Networks of Care

Quinsy Gario, Wayne Modest and Deborah Thomas
Harvest by Daniel Aguilar and Diana Cantarey
Hosted by Aria Spinelli

In the panel Networks of Care, Deborah Thomas, Quinsy Gario, and Wayne Modest discussed different forms of care, focusing on the clash between the care of the state and alternative forms of preservation, focusing on the care for heritage. Thomas recounted the story of the Tambufest, which preserves Kumina, a Jamaican folk dance of African origin. Kumina and the Tambufest present an Afro-Jamaican cultural tradition as embodied archive, showing how the past is not past but also present and future. The Tambufest works in ways quite different from the state’s approach to heritage, which Modest describes as a conscription of these practices by the state through festivalisation, heritagisation, and turistification. Both shed light on the ways in which the state exercises control and sovereignty over heritage by way of caring for it. To this control, they oppose practices inspired by spirituality and ritual that focus instead on surrender and vulnerability.

In their conversation, surrender and possession interplay with the vulnerability of practices heritages. Gario addressed notions of care in relation to communities from the Caribbean islands that share continued Dutch colonisation and occupation living in the Netherlands. When looking at Super 8 footage shot by his uncle, the painter Rudsel Martinus, he stumbled upon the images of the 1983 Antillean carnival in Utrecht, which he did not know about. Through his research, he discovered that the festival was organised by a network of communities across the Netherlands that chose Utrecht as location because of its central position.

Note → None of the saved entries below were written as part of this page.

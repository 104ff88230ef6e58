"""One job, start to finish, in a worker process.

The database decides who runs a job, not the broker. A delivery claims the job with a
conditional update (queued, or running with an expired lease -> running, attempt + 1)
and then holds a lease that a heartbeat thread renews. A delivery for a job whose lease
is alive elsewhere is dropped; the service's reconciler re-sends a job whose lease
expired. Progress, artifacts, the result and the final state are written only while
this attempt is still the job's current one, so a superseded attempt never overwrites
the winner, and a result is written once.
"""

from __future__ import annotations

import logging
import math
import os
import socket
import threading
import time
from dataclasses import dataclass
from datetime import timedelta
from typing import Any, TypeVar

from pydantic import TypeAdapter
from sqlalchemy import Connection, Engine, bindparam, insert, update
from sqlmodel import col, select

from atomq.jobs import JobState
from atomq.results import ArtifactRecord, Provenance, ResultModel
from atomq.structure import Structure
from atomq.tasks import NEB, TaskSpec
from atomq_service.db import transaction
from atomq_service.jobs import package_rows
from atomq_service.models import (
    Artifact,
    Calculator,
    Job,
    JobAttempt,
    JobPackage,
    JobResult,
    User,
    utcnow,
)
from atomq_service.settings import Settings
from atomq_workers.artifacts import ArtifactWriter, WrittenArtifact
from atomq_workers.calculators import get_calculator
from atomq_workers.provenance import environment
from atomq_workers.runners import run_task

log = logging.getLogger(__name__)

_task_adapter: TypeAdapter[TaskSpec] = TypeAdapter(TaskSpec)
T = TypeVar("T", Calculator, User)


class Stop(Exception):
    """Raised from inside a running task to end it at the current step."""

    def __init__(self, step: int, state: JobState, reason: str) -> None:
        super().__init__(reason)
        self.step = step
        self.state = state
        self.reason = reason


class Superseded(Exception):
    """This attempt lost its lease; another attempt owns the job now."""


@dataclass(frozen=True)
class Outcome:
    state: str
    lease_left_s: float | None = None  # set when the job is running elsewhere
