"""Report: the night's self-contained HTML page, the last stage of a run.

Night scope.  It requires the products of the stages before it but can do
without every one of them (``Stage.optional``): a night whose astrometry
failed, or a pipeline without a zeropoint stage, still gets a page, which
says at the top what failed and why (the ``run_status`` input) and notes
each figure it could not draw.  The figures, tables and words are made by
:mod:`pipeline.report`; the runner stores the page as ``page.html``.

Its inputs are hashed like any stage's (the upstream products and the state
of every earlier unit), so a rerun of an unchanged night does not rebuild
the page, and a changed product or a new failure does.
"""

from __future__ import annotations

import logging
from typing import Any

import pipeline
from pipeline.report import ReportOptions
from pipeline.stages.base import RUN_STATUS, Stage

__all__ = ["PAGE", "STAGE", "about_rows"]

log = logging.getLogger(__name__)

#: Name of the page product (stored as ``page.html``).
PAGE = "page"

#: Upstream stages the page draws from, all optional.
_UPSTREAM = ("ingest", "columns", "calibrate", "rectify", "catalog", "astrometry", "zeropoint")


def about_rows(context: Any, header: Any) -> list[tuple[str, str]]:
    """Night, site, telescope, camera, filter (from the FLUX header) and version."""
    rows = [
        ("night", context.night),
        ("site", context.site.name),
        ("telescope", context.camera.telescope),
        ("camera", context.camera.name),
    ]
    if header is not None:
        rows.append(("filter", str(header.get("FILTER", "not recorded")).strip()))
    rows.append(("zdrift version", pipeline.__version__))
    return rows


def _run(*, inputs, options: ReportOptions, context) -> dict[str, Any]:
    from pipeline.report import build_report, collect_products, night_sky, summary_rows

    night = collect_products(inputs, options, status=inputs.get(RUN_STATUS))
    night.products["n_columns"] = int(context.camera.n_columns)
    night.products["tdi_rows"] = int(context.camera.tdi_rows)
    page = build_report(night, context.night, about_rows(context, night.header), options)
    log.info("report: page of night %s from %d products", context.night, len(night.products))
    products = {
        PAGE: page,
        "summary": [list(row) for row in summary_rows(night.products, night.status)],
    }
    if "sky" in night.products:
        products["sky"] = night_sky(night.products, options)
    return products


#: Declaration of the report stage: night scope, last; every upstream stage is
#: optional, and it uses the stretches whose rectified images exist.
STAGE = Stage(
    name="report",
    run=_run,
    options=ReportOptions,
    requires=(*_UPSTREAM, RUN_STATUS),
    optional=_UPSTREAM,
    scope="night",
    uses=("site", "camera"),
    partial_inputs=True,
    description="The night's HTML report page: problems, summary and figures.",
    # 2: a line-time error within 3 sigma of zero asks for no correction; a
    # configured focal length is not called the spin period's; the sources are
    # astrometry's last measurement when it measured again; 3: the hours of
    # data leave out the rows calibrate found without data (readout dropouts);
    # the fitted focal length's difference from the nominal with its error;
    # the summary counts the out-of-date units and those not run; 4: a row for
    # the cloud astrometry saw and the centroids it kept; 5: and the stretches
    # whose positions' errors it widened
    version=5,
)
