Degeneracies
------------
* **Clock offset and east-west tilt.**  Tilting the axis ``tau_E`` (radians)
  to the east makes every star cross the chip ``tau_E / w`` seconds earlier
  (``w ~ omega cos phi`` the focal plane's drift rate, scaled by refraction
  and aberration), exactly as a clock that runs that much late, and turns
  the drift direction on the chip by ``tau_E tan phi``, exactly as a camera
  rotation (the local north of the tilted field differs from the ground's by
  that angle); :func:`~pipeline.stages.astrometry.east_tilt_equivalent`
  gives both.  The two descriptions
  agree to 5e-5 px along the scan and 0.002 px across it on a 4096-pixel chip
  at 0.35 arcsec per pixel for 15 arcsec of tilt at latitude 50 (0.0002 and
  0.03 px for 60 arcsec: the difference grows as the tilt squared), see
  ``tests/test_astrometry.py``.  The fit therefore holds the east tilt
  at its configured value and fits ``s_eff = s + tau_E / w``
  (reported as the clock offset and as the along-scan offset
  ``-s_eff / dt`` in pixels) and ``rotation_eff = rotation + tau_E tan phi``
  (reported as the rotation of the rows against the drift).
* A constant along the scan is the clock offset and a linear trend along the
  scan is the line-time scale, a constant across the scan is the north tilt:
  the wander splines are constrained to have zero weighted mean (and, along
  the scan, zero trend) over the matched stars, so those belong to the
  physical model.  Likewise a constant along the scan over one segment is
  that segment's clock offset: the wander along the scan has zero weighted
  mean over each segment that has one.

Outliers (mismatches, blends, variable stars) are rejected by iterative
clipping of the normalised residual radius at ``clip_sigma`` times its
robust (median absolute deviation) scale; the fit is Gauss-Newton with the
physical derivatives from finite differences of the fast predictor.
"""

from __future__ import annotations

import dataclasses
import logging
from dataclasses import dataclass

import numpy as np

from pipeline._threads import in_two_threads
from pipeline.stages.astrometry._model import GeometryOffsets, GeometryPredictor, SkyTracks

__all__ = [
    "FIT_PARAMETERS",
    "GeometryFit",
    "WanderSpline",
    "error_floor",
    "fit_geometry",
    "free_segments",
    "parameter_jacobian",
]

log = logging.getLogger(__name__)

#: Parameters the fit can adjust, in the order of the covariance matrix.
FIT_PARAMETERS = (
    "clock_offset",
    "line_time_scale",
    "focal_scale",
    "rotation",
    "tilt_north",
    "distortion_k1",
)
#: Finite-difference steps of the parameters the predictor differentiates
#: (well inside the linear range, far above rounding: a step moves stars by
#: 1e-3 to 1e-2 px).
_STEPS = {"focal_scale": 1e-6, "rotation": 0.5, "tilt_north": 0.5, "distortion_k1": 20.0}
_UNITS = {
    "clock_offset": "s",
    "line_time_scale": "",
    "focal_scale": "",
    "rotation": "arcsec",
    "tilt_north": "arcsec",
    "distortion_k1": "rad-2",
}
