def test_calibrate_time_axis_gives_each_rows_readout_time(demo):
    # The FITS WCS time axis (Rots et al. 2015, through astropy.wcs) against
    # the readout times the rows table lists (seconds since the block
    # index's reference time).  The axis is uniform; the rows table follows
    # each block's DATE-OBS, which the raw headers give to the millisecond:
    # rounding both ends sets the 1e-3 s (1/46 of a line time) tolerance
    # (measured 0.34 ms at block 1).
    folder, _ = demo
    config = pipeline.load_config(folder / "configs/demo_2026-10-15.yaml")
    for stretch in range(4):
        image = pipeline.open_product(config, "calibrate", stretch)
        rows = pipeline.open_product(config, "calibrate", stretch, "rows")
        reference = Time(rows.meta["reference_time"], scale="utc")
        picks = np.linspace(0, len(rows) - 1, 7).astype(int)
        with warnings.catch_warnings():
            warnings.simplefilter("error")
            times = [image.wcs.pixel_to_world(0, k)[1] for k in picks]
        seconds = [(t - reference).to_value(u.s) for t in times]
        np.testing.assert_allclose(seconds, np.asarray(rows["time"])[picks], rtol=0, atol=1e-3)
        # XPOSURE: the crossing time TDIROWS * LINETIME of the raw headers.
        index = pipeline.open_product(config, "ingest", "night", "block_index")
        crossing = index["tdi_rows"][0] * index["line_time"][0]
        assert image.meta["XPOSURE"] == pytest.approx(crossing, rel=1e-12)  # same float product
        assert image.meta["DATE-END"] > image.meta["DATE-BEG"] == image.meta["DATE-OBS"]
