``inputs``
    A mapping from each name in ``stage.requires`` to its value:

    * an upstream stage's name -> that stage's products, a ``dict`` from
      product name to object.  If the upstream stage has the same scope (or is
      night-scoped), this is its products for the same stretch (or the night).
      If a night-scoped stage requires a stretch-scoped one, the value is a
      read-only sequence with one such ``dict`` per stretch, in stretch order,
      loaded lazily (``context.input_stretches`` gives the stretch of each
      entry, with its row ranges).  Normally that is every stretch of the plan;
      a stage declared with ``partial_inputs=True`` gets only the stretches
      whose upstream products are usable (see :class:`Stage`);
    * :data:`NEIGHBOURS` (stretch scope, for a stage that declares
      ``neighbours``) -> a ``dict`` from each upstream name in
      ``stage.neighbours`` to a pair ``(before, after)``: the products of the
      stretches just before and just after this one in the same segment (see
      "Neighbouring stretches" below), or None where there is none;
    * :data:`RAW_FILES` (night scope) -> a list of :class:`RawFile`, one per
      raw file of the night, with its header (or the reason it is unreadable)
      and a :class:`PixelSummary` of its pixels (the runner reads every pixel
      once, so that blocks without usable data can be rejected);
    * an upstream stage named in ``stage.optional`` -> as above, or None
      when that stage is not in the graph, or its products are unusable
      (failed, blocked, damaged, not run; for a stretch-scoped one: no
      stretch usable).  The stage then works without it;
    * :data:`RUN_STATUS` (night scope) -> a ``dict`` describing the state
      of every unit of the stages before this one (see
      :func:`pipeline.runner.NightStore.run_status`): ``n_stretches`` (None
      before the block index exists) and ``stages``, a list of
      ``{"name", "units": {unit: [state, reason]}, "problems": {unit:
      [line, ...]}}``.  It enters the input hash, so a change of any
      earlier unit's state reruns the stage;
    * :data:`RAW_ROWS` (stretch scope) -> a ``float32`` array of shape
      ``(context.stretch.hi - context.stretch.lo, n_columns_in_file)`` holding
      night rows ``[lo, hi)`` (the stretch with its overlap margins) from the
      raw blocks, overscan columns included, BZERO/BSCALE applied.  Axis 0 is
      the scan axis in readout order (row 0 read first): with
      ``camera.flip_rows`` the runner reverses each block's stored rows.
      Columns are as stored (``camera.flip_columns`` is the stage's business,
      since only it knows DATASEC).  Night rows that no block covers (gaps)
      are NaN.  The runner assembles it from the block index.
``options``
    An instance of ``stage.options`` (a pydantic model), validated from the
    ``stages.<name>`` section of the config.  Its field names mirror the
    keyword arguments of the stage's public function, so
    ``my_function(array, **dict(options))`` reads like the YAML section.
``context``
    A :class:`StageContext`: site, camera, run settings, the night's name, the
    stretch being processed and the whole stretch plan.

The return value is a ``dict`` from product name to object.  One name is
reserved: under :data:`PROBLEMS` a stage may return a list of one-line
strings, the things wrong with its input that it worked around (a rejected
file, a gap).  They are not a product: the runner records them in the unit's
provenance, lists them in the run summary and counts the unit as a partial
failure (``zdrift run`` exits 1), on every later run too while the unit stays
up to date.  The runner stores
``numpy.ndarray`` as FITS images, ``astropy.io.fits`` HDUs/HDU lists as FITS
(keeping their headers, e.g. a WCS), ``astropy.table.Table``/``QTable`` as
ECSV, ``dict``/``list`` of JSON-able values as JSON and a ``str`` as an HTML
page (``.html``); it reads them back as
the same types for downstream stages.

Rows of the night and stretches
-------------------------------
Exactly one night-scoped stage of a graph sets ``defines_rows=True`` and
returns a product named :data:`BLOCK_INDEX`: an astropy ``Table`` with one row
per usable raw block and at least the columns ``file`` (name relative to the
night's ``raw_dir``, as in :attr:`RawFile.name`), ``hdu`` (index of the image
HDU), ``row_start`` (night row index of the block's first row) and ``n_rows``.
The night has ``max(row_start + n_rows)`` rows.  They fall into segments
(:func:`segment_rows`): runs of blocks that join up without a gap and share
the optional :data:`SEGMENT` column's value (ingest starts a new segment at
every gap, overlap and change of camera format).  The runner cuts each
segment into stretches of ``run.stretch_rows`` rows (:func:`plan_stretches`;
unset, as many rows as keep a stretch within :data:`STRETCH_PIXELS` pixels,
:func:`default_stretch_rows`), each widened by ``run.overlap_rows`` on both
sides but never beyond its segment, so a stretch never mixes formats or
reaches across a gap (rows in gaps belong to no stretch), and assembles
:data:`RAW_ROWS` from the index.  Per-stretch products cover ``[lo, hi)``,
margins included, unless the stage says otherwise in its docstring;
``context.stretch.core`` selects the stretch's own rows.

Neighbouring stretches
----------------------
A per-stretch stage whose upstream products tile the night without margins
(rectify's stretches adjoin exactly) may still need a little of the
stretches on either side, to measure what lies across a seam whole.  It
declares ``Stage(neighbours=("rectify",))``, naming stretch-scoped stages it
requires.  Besides ``inputs["rectify"]`` (its own stretch) it then gets
``inputs[NEIGHBOURS]["rectify"] == (before, after)``: the products of the
stretches ``index - 1`` and ``index + 1`` if they lie in the same segment
(stretches of different segments never adjoin), else None.  Each is a
read-only mapping that reads a product only when it is looked up; an image
product (``HDUList``) comes opened lazily, so
``pipeline.products.plane_columns(hdul["FLUX"], slice(0, 20))`` keeps only
those columns (``.data`` keeps the whole plane; astropy's ``section[:, :20]``
reads such a strip row by row, slowly; the file is still read through once,
to check its SHA-256, without being kept), and the
runner closes the files after the stage returns (so return no neighbour's HDU
as a product).  Called from Python with in-memory HDU lists, a stage gets no
file (``hdul.filename()`` is None, ``section`` does not work;
``plane_columns`` slices ``.data`` then).
A neighbour whose upstream unit failed, is blocked or has not run is handed
over as None too: the stretch still runs (the stage treats that side as
having no data), and the runner reports ``ran without neighbour s0004
(failed in rectify)`` as a problem (``zdrift run`` exits 1).  The
neighbours' output hashes (None for one left out) enter the unit's input
hashes, and a neighbour's unit that is not up to date makes the unit stale
too: a changed neighbour, or a missing one that appears, reruns the
stretch, and a night in which nothing changed reruns nothing.
"""
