def solve_night(
    x: ArrayLike,
    y: ArrayLike,
    ref_ra: ArrayLike,
    ref_dec: ArrayLike,
    model: TDIModel,
    frame: RectifiedFrame,
    *,
    x_err: ArrayLike | None = None,
    y_err: ArrayLike | None = None,
    match_radius: float = 3.0,
    knot_spacing: float | None = 120.0,
    parameters: tuple[str, ...] = FIT_PARAMETERS,
    min_matches: int = 20,
    good_fraction: float = 0.3,
    search: SearchRanges | None = SearchRanges(),
    clip_sigma: float = 5.0,
    fit_error_floor: bool = False,
    transparency=None,
    start: GeometryOffsets | None = None,
    segments: NightSegments | None = None,
    det_segment: ArrayLike | None = None,
    min_segment_stars: int = 10,
) -> AstrometricSolution:
    """Solve a night's geometry from its detections and a reference catalogue.

    Parameters
    ----------
    x, y : array_like, shape (n_det,)
        Detections' night rectified pixel positions (``x`` along the scan,
        ``y`` across it), first moments, as the detect stage gives them.
    ref_ra, ref_dec : array_like, shape (n_ref,)
        Reference stars, ICRS degrees at the observation epoch.
    model : TDIModel
        The nominal geometry of the night (from the config and headers); the
        one rectify used.
    frame : RectifiedFrame
        The night's rectified grid (:meth:`RectifiedFrame.for_night` of ``model``).
    x_err, y_err : array_like or None
        1-sigma errors of ``x`` and ``y``, pixels (weights); None: equal.
    match_radius : float, optional
        Pixels: the first match at the nominal geometry.
    knot_spacing : float or None, optional
        Seconds between knots of the wander correction; None: no correction.
        A wander of period P is followed to (2 pi knot / P)^4 / 384 of its
        amplitude (cubic spline interpolation error, common practice).
    parameters : tuple of str, optional
        Parameters to fit (see :data:`FIT_PARAMETERS`).
    min_matches : int, optional
        Fewest pairs a solution needs.
    good_fraction : float, optional
        The nominal match is accepted if it pairs this fraction of the
        reference stars predicted on the chip (or of the detections, if fewer).
    search : SearchRanges or None, optional
        How far to search when the nominal match is poor; None: do not search.
    clip_sigma : float, optional
        Outlier rejection threshold (robust sigmas of the residual radius).
    fit_error_floor : bool, optional
        Estimate a position error common to every pair and weight with it
        added to ``x_err``, ``y_err`` (see
        :func:`~pipeline.stages.astrometry._fit.error_floor`).
    transparency : callable or None, optional
        Relative transparency of the sky, of true seconds since the model's
        start (:func:`~pipeline.stages.astrometry.fit_transparency`): the
        predicted centroids are then the light-weighted means of the tracks
        (see :mod:`~pipeline.stages.astrometry._transparency`); None: time means.
    start : GeometryOffsets or None, optional
        Geometry of the first match (e.g. an earlier solution of the same
        night); None: the nominal one.  If it matches too few stars the
        search starts from the nominal geometry as usual.
    segments : NightSegments or None, optional
        The night's segments (ingest's block index): each after the first
        with ``min_segment_stars`` matched stars gets a clock offset of its
        own (:mod:`~pipeline.stages.astrometry._segments`); None: one clock
        for the night.  A segment whose stars do not match at the night's
        clock is first searched along the scan, within
        ``search.segment_clock`` seconds (:func:`_search_segments`).
    det_segment : array_like of int or None, optional
        Segment number of each detection (e.g. its stretch's); None or -1:
        the segment of its strip row.
    min_segment_stars : int, optional
        Fewest matched stars for a segment's own clock offset.

    Returns
    -------
    AstrometricSolution

    Raises
    ------
    AstrometryError
        If too few stars match; the message has the counts and likely causes.
    """
    from scipy.spatial import cKDTree

    x = np.asarray(x, dtype=float).ravel()
    y = np.asarray(y, dtype=float).ravel()
    ref_ra = np.asarray(ref_ra, dtype=float).ravel()
    ref_dec = np.asarray(ref_dec, dtype=float).ravel()
    if x.shape != y.shape or ref_ra.shape != ref_dec.shape:
        raise ValueError(
            f"x and y (got {x.shape}, {y.shape}) and ref_ra and ref_dec (got {ref_ra.shape}, "
            f"{ref_dec.shape}) must have matching shapes."
        )
    if x.size == 0:  # the predictor's arrays need at least one track
        raise AstrometryError(
            "astrometric solution failed: the night's catalogue holds no detection "
            f"(detections=0, reference stars={ref_ra.size}). Likely causes: detect found no "
            "source in any stretch (see its problems: every pixel flagged, e.g. a sky "
            "brighter than the full well, or a night of cloud).",
            {"detections": 0, "reference": int(ref_ra.size)},
        )
    sig_x = None if x_err is None else np.asarray(x_err, dtype=float).ravel()
    sig_y = None if y_err is None else np.asarray(y_err, dtype=float).ravel()
    predictor = GeometryPredictor(model)
    predictor.transparency = transparency
    n_rows = model.n_rows
    det_tracks = predictor.tracks_from_rectified(frame, x, y)
    det_row, det_col = predictor.strip(det_tracks)
    det_ok = np.isfinite(det_row) & np.isfinite(det_col)
    det_row = np.where(det_ok, det_row, np.nan)
    det_col = np.where(det_ok, det_col, np.nan)
    det_seg = _segments_of(segments, det_row, det_segment)

    # reference stars in the band the chip may see
    rx, ry = frame.pixel_from_icrs(ref_ra, ref_dec)
    margin = 2.0 * (search.tilt if search else 10.0) / (frame.cdelt2 * 3600.0) + 0.05 * frame.n_y
    in_band = (
        (ry > -margin)
        & (ry < frame.n_y + margin)
        & (rx > np.nanmin(x, initial=0.0) - n_rows)
        & (rx < np.nanmax(x, initial=0.0) + n_rows)
    )
    band = np.flatnonzero(in_band)
    ref_tracks = predictor.tracks(
        ref_ra[band], ref_dec[band], predictor.mid_time_of_column(rx[band])
    )
    counts = {
        "detections": int(det_ok.sum()),
        "reference_in_band": int(band.size),
        "min_matches": int(min_matches),
    }
    if band.size == 0 or det_ok.sum() == 0:
        raise _failure(counts, "no reference stars or no detections in the night's band")
    good_det = np.flatnonzero(det_ok)
    tree = cKDTree(np.column_stack([det_row[good_det], det_col[good_det]]))
    row_lo, row_hi = float(np.nanmin(det_row)), float(np.nanmax(det_row))

    def predicted(offsets: GeometryOffsets, fit: GeometryFit | None = None):
        """Strip rows and columns of the reference stars at ``offsets``."""
        pr = predictor.predict(ref_tracks, offsets)
        dt = predictor.line_time * (1.0 + offsets.line_time_scale)
        r = pr.rows(n_rows, dt, offsets.clock_offset)
        if segments is not None and offsets.has_segments:
            r = pr.rows(n_rows, dt, offsets.clock_offsets(segments.of_rows(r)))
        c = pr.column
        if fit is not None and fit.wander is not None:
            w_r, w_c = fit.wander(pr.t_mid)
            r, c = r + w_r, c + w_c
        return r, c

    def match(offsets: GeometryOffsets, radius: float, fit: GeometryFit | None = None):
        r, c = predicted(offsets, fit)
        on_chip = (c > -0.5) & (c < model.camera.n_columns - 0.5) & (r > row_lo) & (r < row_hi)
        ri, di = match_nearest(r, c, None, None, radius, tree=tree)
        return ri, good_det[di], int(on_chip.sum())

    offsets = GeometryOffsets() if start is None else start
    starts = segment_start_times(segments, predictor.line_time)
    ri, di, n_chip = match(offsets, match_radius)
    counts["reference_on_chip"] = n_chip
    counts["matched_nominal"] = int(ri.size)
    expected = min(n_chip, int(det_ok.sum()))
    radius = match_radius
    if ri.size < max(min_matches, good_fraction * expected):
        if search is None:
            raise _failure(counts, "the nominal geometry matches too few stars")
        offsets, peak = search_geometry(
            predictor, ref_tracks, det_row[good_det], det_col[good_det], search
        )
        counts["search_peak"] = peak.count
        counts["search_chance"] = round(peak.background, 1)
        if peak.count < min_matches or peak.significance < PEAK_SIGNIFICANCE:
            raise _failure(counts, "the search found no significant common offset")
        radius = 2.0 * search.bin_size
        ri, di, _ = match(offsets, radius)
    # every segment's rows timed from its own start (what the fits' line time
    # scale moves them by)
    offsets = dataclasses.replace(offsets, segment_start=starts)
    kwargs = {
        "sigma_row": sig_x,
        "sigma_column": sig_y,
        "parameters": parameters,
        "clip_sigma": clip_sigma,
        "fit_error_floor": fit_error_floor,
        "segment": det_seg,
        "min_segment_stars": min_segment_stars,
    }
    fit = None
    searches: tuple[SegmentSearch, ...] | None = None
    if segments is None or len(segments) < 2 or search is None or not search.segment_clock:
        searches = ()
    for knots in (None, knot_spacing, knot_spacing):
        if ri.size < min_matches:
            counts["matched"] = int(ri.size)
            raise _failure(counts, f"only {ri.size} reference stars matched")
        fit = fit_geometry(
            predictor,
            ref_tracks,
            det_row,
            det_col,
            ri,
            di,
            start=offsets,
            knot_spacing=knots,
            **kwargs,
        )
        offsets = fit.offsets
        radius = max(clip_sigma * _robust_radius(fit), 0.05)
        ri, di, _ = match(offsets, radius, fit)
        if searches is None:
            # after the first fit, which the segments matched at the night's clock
            # made: a segment whose stars missed is searched along the scan
            offsets, searches = _search_segments(
                segments,
                *predicted(offsets, fit),
                det_row,
                det_col,
                det_seg,
                di,
                offsets=offsets,
                line_time=predictor.line_time * (1.0 + offsets.line_time_scale),
                max_offset=search.segment_clock,
                match_radius=match_radius,
                min_stars=min_segment_stars,
                good_fraction=good_fraction,
            )
            if any(s.found for s in searches):
                # its clock is the peak's, to a fraction of a bin: the next fit
                # starts from pairs as loose as the first's.  A found segment that
                # becomes the night's clock's (the first with enough stars) starts
                # from the others' clock: the clocks enter the rows linearly, and
                # the fit's steps take it there
                ri, di, _ = match(offsets, match_radius, fit)
    counts["matched"] = int(fit.n_used)
    if fit.n_used < min_matches:
        raise _failure(counts, f"only {fit.n_used} reference stars survived the fit")
    return AstrometricSolution(
        model=model,
        frame=frame,
        predictor=predictor,
        fit=fit,
        ref_index=band[fit.ref_index],
        det_index=fit.det_index,
        counts=counts,
        ref_tracks=ref_tracks,
        det_row=det_row,
        det_column=det_col,
        segments=segments,
        min_segment_stars=min_segment_stars,
        segment_searches=searches,
    )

Utrecht was incidentally also the city where in 1713, the slave trade was internationally regulated through the Peace Treaty of Utrecht. For the first iteration of the carnival in 1982, about twenty thousand people gathered. Although the number of participants rose to seventy thousand the year after, for the second and last parade in Utrecht, the event was poorly documented and barely remembered. Exactly two weeks after the parade in 1983, an Antillean teenager named Kerwin Lucas was killed by a neonazi, and it sparked anti-racism mobilisation and organisation. Gario speculates that Kerwin would probably have been at the parade and might have been filmed by his uncle. This opens up conversations on the anti-colonial and decolonial function of the parade in the Caribbean and what happens when it’s transposed to the imperial centre.
Both the Tambufest and the Antillean Carnival in Utrecht create spaces outside-of, but in-relation-to state structured care. In this sense, the speakers agreed that the notion of scale is not only a practice of scaling down rather than scaling up but also of scaling across. Modest finds the Afro-Jamaican community and the community of Curacao in the Netherlands build worlds. These networks of care operate within communities but also within expanded notions of time and of spaces, working within the interstices of possession and surrender, unleashing and revaluing vulnerability.